Problem
Return the count of lines in the following records that include "IEEE", and nothing more.

--

def test_every_day_count_of_the_operating_rules_says_what_it_counts(tmp_path):
    from simulator.rules.operating_rules import COUNTS

    text = OPERATIONS_TOML.replace("damages_per_day_late = 40", "damages_per_day_late = 40\nmax_standby_days = 2")
    s, files = _run_variant(tmp_path / "retention", text)
    html = files["report.html"].decode()
    rows = dict(re.findall(r"<tr><td>([^<]+)</td><td class=\"num\">[^<]*</td><td class=\"what-cell\">([^<]+)</td>", html))
    assert set(rows) == {key.replace("_", " ").capitalize() for key in COUNTS}
    assert "stood down 2 days in a row" in rows["Retention days"]


def test_cost_chart_caption_says_when_it_shows_part_of_the_cutoffs(demo_out, tmp_path):
    scenario = Path(__file__).resolve().parents[1] / "scenarios" / "river_pumps.toml"
    result = run(read_scenario(scenario), replicates=100)
    html = render_report(result, summary(result))["report.html"].decode()
    caption = parse(html, "cost").text
    assert re.search(r"The chart shows cutoffs 0\.00 to 0\.\d\d, where the decision lies", caption), caption
    assert "every cutoff from 0.00 to 1.00" in caption
    assert "The chart shows cutoffs" not in (demo_out / "report.html").read_text(encoding="utf-8")
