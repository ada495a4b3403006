""""Act when p >= cutoff" holds as a person reads the numbers, flip or no flip.

The oracle throughout is integer arithmetic on the decimals as written: a two-decimal probability
"0.56" is 56 hundredths, its complement 100 - 56 = 44 hundredths, and it reaches the cutoff k/100
exactly when 44 >= k. No floating point enters the oracle (common practice, no single source).
Floating point gets it wrong: 1 - 0.56 is 0.43999999999999995 in IEEE 754 double precision, which
misses 0.44 (Goldberg, D. (1991). What every computer scientist should know about floating-point
arithmetic. ACM Computing Surveys 23(1), 5-48, on decimal fractions not being representable).
"""

from __future__ import annotations

from decimal import Decimal

import numpy as np
import pandas as pd
import pytest

from realdata import seattle_rain
from simulator.notation import decimals
from simulator.pricing.costs import SeasonPricer, baseline_actions
from simulator.inputs.history import read_history
from simulator.rules.operating_rules import safety_stops
from simulator.run import run_history
from simulator.inputs.scenario import cutoff_grid, read_scenario
from simulator.inputs.scenario_costs import Costs
from simulator.pricing.contingency import cutoff_slots
from simulator.pricing.scoring import reliability_table

GRID = [Decimal(k) / 100 for k in range(101)]  # the default [decision] cutoffs, as written


def hundredths(text: str) -> int:
    """A probability written with at most two decimals, as whole hundredths (no float)."""
    whole, _, fraction = text.strip().partition(".")
    assert len(fraction) <= 2, text
    return int(whole or "0") * 100 + int(fraction.ljust(2, "0"))


def oracle_counts(h: np.ndarray, event: np.ndarray) -> pd.DataFrame:
    """Classification matrix at every cutoff k/100, k = 0..100, by integer comparison h >= k."""
    acted = h[None, :] >= np.arange(101)[:, None]  # (cutoffs, occasions), integers only
    event = event[None, :]
    return pd.DataFrame({"hits": (acted & event).sum(axis=1), "false_alarms": (acted & ~event).sum(axis=1),
                         "misses": (~acted & event).sum(axis=1),
                         "correct_negatives": (~acted & ~event).sum(axis=1)})


def test_the_float_complement_misses_the_cutoff_and_the_decimal_one_reaches_it():
    assert 1 - 0.56 < 0.44  # the bug: IEEE 754 doubles (Goldberg 1991)
    assert decimals.complement(0.56) == 0.44
    assert decimals.reaches(1 - 0.56, 0.44)
    assert not decimals.reaches(0.439999999999, 0.44)  # 12 decimals still count


def test_every_cutoff_of_a_grid_is_the_float_nearest_its_decimal():
    for lo, hi, step in [(0.0, 1.0, 0.01), (0.05, 0.95, 0.05), (0.1, 0.7, 0.1), (0.333, 0.433, 0.001),
                         (0.0, 1.0, 0.0001)]:
        grid = cutoff_grid(lo, hi, step)
        d_lo, d_step = Decimal(repr(lo)), Decimal(repr(step))
        expected = [float(d_lo + k * d_step) for k in range(grid.size)]
        assert grid.tolist() == expected
        assert grid[-1] == hi


@pytest.fixture(scope="module")
def two_decimal_file(tmp_path_factory):
    """Every hundredth from 0.00 to 1.00, many times over, as text in a CSV (invented test data)."""
    rng = np.random.default_rng(20271204)
    dates = pd.date_range("2021-01-01", "2023-12-31", freq="D")
    h = rng.integers(0, 101, dates.size)
    h[:101] = np.arange(101)  # each hundredth at least once
    text = [f"{k // 100}.{k % 100:02d}" for k in h]
    outcome = (rng.random(dates.size) < h / 100).astype(int)
    path = tmp_path_factory.mktemp("decimals") / "history.csv"
    pd.DataFrame({"date": dates.strftime("%Y-%m-%d"), "probability": text, "outcome": outcome}).to_csv(
        path, index=False, lineterminator="\n")
    return path


def _scenario(tmp_path, history: str, flip: bool, **extra) -> object:
    lines = ['name = "decimals"', "", "[history]", f'path = "{history}"', "", "[event]",
             f"flip = {'true' if flip else 'false'}", "", "[costs]", "hit = 300", "false_alarm = 1800",
             "miss = 2500", "", "[simulation]", "replicates = 30", "seed = 5"]
    for section, keys in extra.items():
        lines += ["", f"[{section}]"] + [f"{k} = {v}" for k, v in keys.items()]
    path = tmp_path / f"scenario_{'flip' if flip else 'plain'}.toml"
    path.write_text("\n".join(lines) + "\n")
    return read_scenario(path)


@pytest.mark.parametrize("flip", [False, True])
def test_two_decimal_counts_at_every_cutoff_match_integer_arithmetic(two_decimal_file, tmp_path, flip):
    scenario = _scenario(tmp_path, str(two_decimal_file), flip)
    history = read_history(scenario)
    raw = pd.read_csv(two_decimal_file, dtype=str)
    h = np.array([hundredths(t) for t in raw["probability"]])
    event = raw["outcome"].to_numpy() == "1"
    if flip:
        h, event = 100 - h, ~event
    assert np.array_equal(history.event, event)
    expected = oracle_counts(h, event)
    assert scenario.cutoffs.tolist() == [float(c) for c in GRID]
    table = run_history(scenario, history, replicates=20).table
    pd.testing.assert_frame_equal(table[list(expected.columns)].reset_index(drop=True), expected,
                                  check_dtype=False)
    # the pricing engine acts on the same occasions: one replicate that replays the history
    priced = SeasonPricer(history, scenario.cutoffs, scenario.costs)(np.arange(history.n_rows)[None, :])
    money = (expected["hits"] * 300 + expected["false_alarms"] * 1800 + expected["misses"] * 2500).to_numpy()
    assert np.array_equal(priced.model[0], money)  # integer costs: the sums are exact


def test_a_real_history_flipped_counts_as_its_written_decimals(tmp_path):
    # Seattle daily weather as the vega-datasets package ships it (see tests/realdata.py), with an
    # honest logistic forecast of rain rounded to two decimals; flipped to "a dry day".
    frame = seattle_rain()
    path = tmp_path / "seattle.csv"
    frame.to_csv(path, index=False, lineterminator="\n")
    raw = pd.read_csv(path, dtype=str)
    h = 100 - np.array([hundredths(t) for t in raw["probability"]])
    event = raw["outcome"].to_numpy() == "0"
    scenario = _scenario(tmp_path, str(path), flip=True)
    history = read_history(scenario)
    expected = oracle_counts(h, event)
    table = run_history(scenario, history, replicates=20).table
    pd.testing.assert_frame_equal(table[list(expected.columns)].reset_index(drop=True), expected,
                                  check_dtype=False)
    # the slots agree with the oracle too, and float arithmetic would not have
    assert np.array_equal(cutoff_slots(history.p, scenario.cutoffs), h + 1)
    assert not np.array_equal(np.searchsorted(scenario.cutoffs, 1.0 - (100 - h) / 100, side="right"), h + 1)


@pytest.mark.parametrize("flip, as_seen, stop_at", [(True, "as_in_file", 0.9), (True, "of_event", 0.1),
                                                    (False, "as_in_file", 0.9)])
def test_the_safety_stop_holds_at_its_written_probability(two_decimal_file, tmp_path, flip, as_seen, stop_at):
    ops = {"crews_out_on": '"acting"', "spoiled_on": '"event"', "day_rate": 100, "safety_stop_at": stop_at,
           "safety_probability": f'"{as_seen}"'}
    scenario = _scenario(tmp_path, str(two_decimal_file), flip, operations=ops)
    history = read_history(scenario)
    h = np.array([hundredths(t) for t in pd.read_csv(two_decimal_file, dtype=str)["probability"]])
    seen = 100 - h if (flip and as_seen == "of_event") else h
    stop = round(stop_at * 100)
    assert np.array_equal(safety_stops(history, scenario), seen >= stop)
    assert (seen == stop).any()  # the edge itself is in the file


def test_the_seasonal_rate_rule_acts_in_a_month_whose_rate_is_the_break_even_probability(make_history):
    # Costs in tenths: correct negative 0.1, false alarm 0.4, hit 0.2, miss 0.9, so
    # p* = (0.4 - 0.1) / ((0.4 - 0.1) + (0.9 - 0.2)) = 3/10 (Thompson 1952; Murphy 1977) while the
    # float arithmetic gives 0.30000000000000004. Every month holds 3 events in 10 occasions.
    days = pd.date_range("2021-01-01", "2022-12-31", freq="D")
    days = days[days.day <= 10]
    outcome = np.isin(days.day, [2, 5, 8]).astype(int)
    frame = pd.DataFrame({"date": days.strftime("%Y-%m-%d"), "probability": 0.5, "outcome": outcome})
    costs = {"hit": 0.2, "false_alarm": 0.4, "miss": 0.9, "correct_negative": 0.1}
    history = make_history(frame, costs=costs)

    # oracle: events * (C' + D') >= C' * occasions, in tenths: 6 * 10 >= 3 * 20 in every month
    assert baseline_actions(history, Costs(**costs))["seasonal_rate"].all()


def test_reliability_bins_put_a_flipped_edge_in_the_bin_above():
    # 1 - 0.7 as a float is 0.30000000000000004 and 1 - 0.6 is 0.4; as decimals 0.3 opens bin 3
    table = reliability_table(decimals.complement(np.array([0.7, 0.6, 0.65])), np.array([1, 0, 1]), 10)
    assert table.n.tolist() == [0, 0, 0, 2, 1, 0, 0, 0, 0, 0]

--

Result
2